In today’s world, saturated with noise and misinformation, human editorial judgment has become more valuable, not less. Readers are no longer simply looking for speed; they are searching for trusted voices and meaningful perspectives.


As Editorial Director across multiple Hearst titles, your role requires balancing many perspectives—creative, commercial, and cultural, not to mention giving autonomy to the respective brand editors-in-chief. How do you help inform decisions when global priorities and local intuition don’t immediately align? 

I’m incredibly fortunate because Hearst Spain has some of the best editors-in-chief imaginable: deeply committed to their brands, loyal to the company’s values and genuinely supportive of one another. There is very little ego and a great deal of collaboration—which, in media, is rare and precious.

My role is about connecting perspectives, encouraging creativity and creating an environment where talent feels trusted and empowered. Leadership today is not about imposing; it’s about creating alignment while protecting individuality. I often say that great editors need both soul and spine. Soul, because media is about empathy, emotion and human connection. Spine, because credibility requires rigor, ethics and courage. Especially today, when audiences are overwhelmed by content but starved for meaning.

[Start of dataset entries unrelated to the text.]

package dev.driftlab.scenario;

import static org.assertj.core.api.Assertions.assertThat;

import dev.driftlab.site.CompiledSite;
import dev.driftlab.site.SiteCompiler;
import java.io.IOException;
import java.io.UncheckedIOException;
import java.nio.file.Files;
import java.nio.file.Path;
import java.util.ArrayList;
import java.util.EnumMap;
import java.util.List;
import java.util.Map;
import java.util.SplittableRandom;
import java.util.function.BiFunction;
import java.util.stream.IntStream;
import java.util.stream.Stream;
import org.junit.jupiter.api.Test;
import org.junit.jupiter.params.ParameterizedTest;
import org.junit.jupiter.params.provider.Arguments;
import org.junit.jupiter.params.provider.MethodSource;
import tools.jackson.databind.JsonNode;
import tools.jackson.databind.json.JsonMapper;
import tools.jackson.databind.node.ArrayNode;
import tools.jackson.databind.node.JsonNodeFactory;
import tools.jackson.databind.node.ObjectNode;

With the rapid changes in media and growing global interconnectedness, the role of an editor-in-chief has expanded well beyond content oversight. From your experience, what have been the most important shifts in the role, and how have they shaped the way you lead?

Today, an editor-in-chief no longer simply oversees pages or content. We are cultural curators, community builders and emotional translators.

Paradoxically, in a world increasingly shaped by AI, the role has become far more human. We are no longer simply producing content; we are creating experiences, conversations and moments people remember.




Being an editor today requires vision, intuition, emotional intelligence, creativity, adaptability and an enormous amount of passion and energy! Media never sleeps. Inspiration can come from everywhere anytime: a film, a trip, a conversation. At the same time, we must inspire our teams in an extremely fast-changing world, help them to embrace excellence, creativity and the Wow effect. And also, to engage with the audience. Readers expect much more from a magazine today. They want experiences, values, authenticity and community. They want to feel part of something. We are no longer simply writing stories; we are building relationships.


Quick-Fire Round…

An object you carry with you always, i.e., a notebook, signature lipstick, perfume, or something else that feels almost like a personal talisman. 
A notebook. I’m obsessed with all types of notebooks…I still need to write ideas by hand. And lipstick—even in chaos, lipstick helps.

After a long day during fashion week, Coffee in Milan or apéritif in Paris? 
I’m Italian, so Milan is always home. But honestly? A glass of champagne overlooking the Seine in Paris after a long day is hard to beat.

A trend you loved before everyone else—and still miss a little (or a lot!) 
Ballet flats. I will defend flats forever.

Your most used word.  
Bravissima!

Your most-used word in an editorial meeting. 
Can we make it more emotional?

A book, film, or song you return to when you need inspiration. 
The Little Prince. It reminds me never to lose curiosity, tenderness or wonder—qualities that become revolutionary in adulthood.


Last question...when the pace slows, how do you hope people remember the way you made them feel—those you worked with, mentored, or quietly influenced? And what do you hope quietly carries your imprint forward? 

I hope people remember me as someone who made them feel seen, inspired and emotionally connected — both professionally and personally. At the end of the day, titles disappear, trends change and careers fade. What truly remains is how you make people feel.

I would love my legacy to be not only the magazines or brands I helped build, but the people I encouraged, trusted and helped grow along the way. Because media, at its best, is not about content. It’s about human connection. And as Maya Angelou once said, people will forget what you said, people will forget what you did, but they will never forget how you made them feel.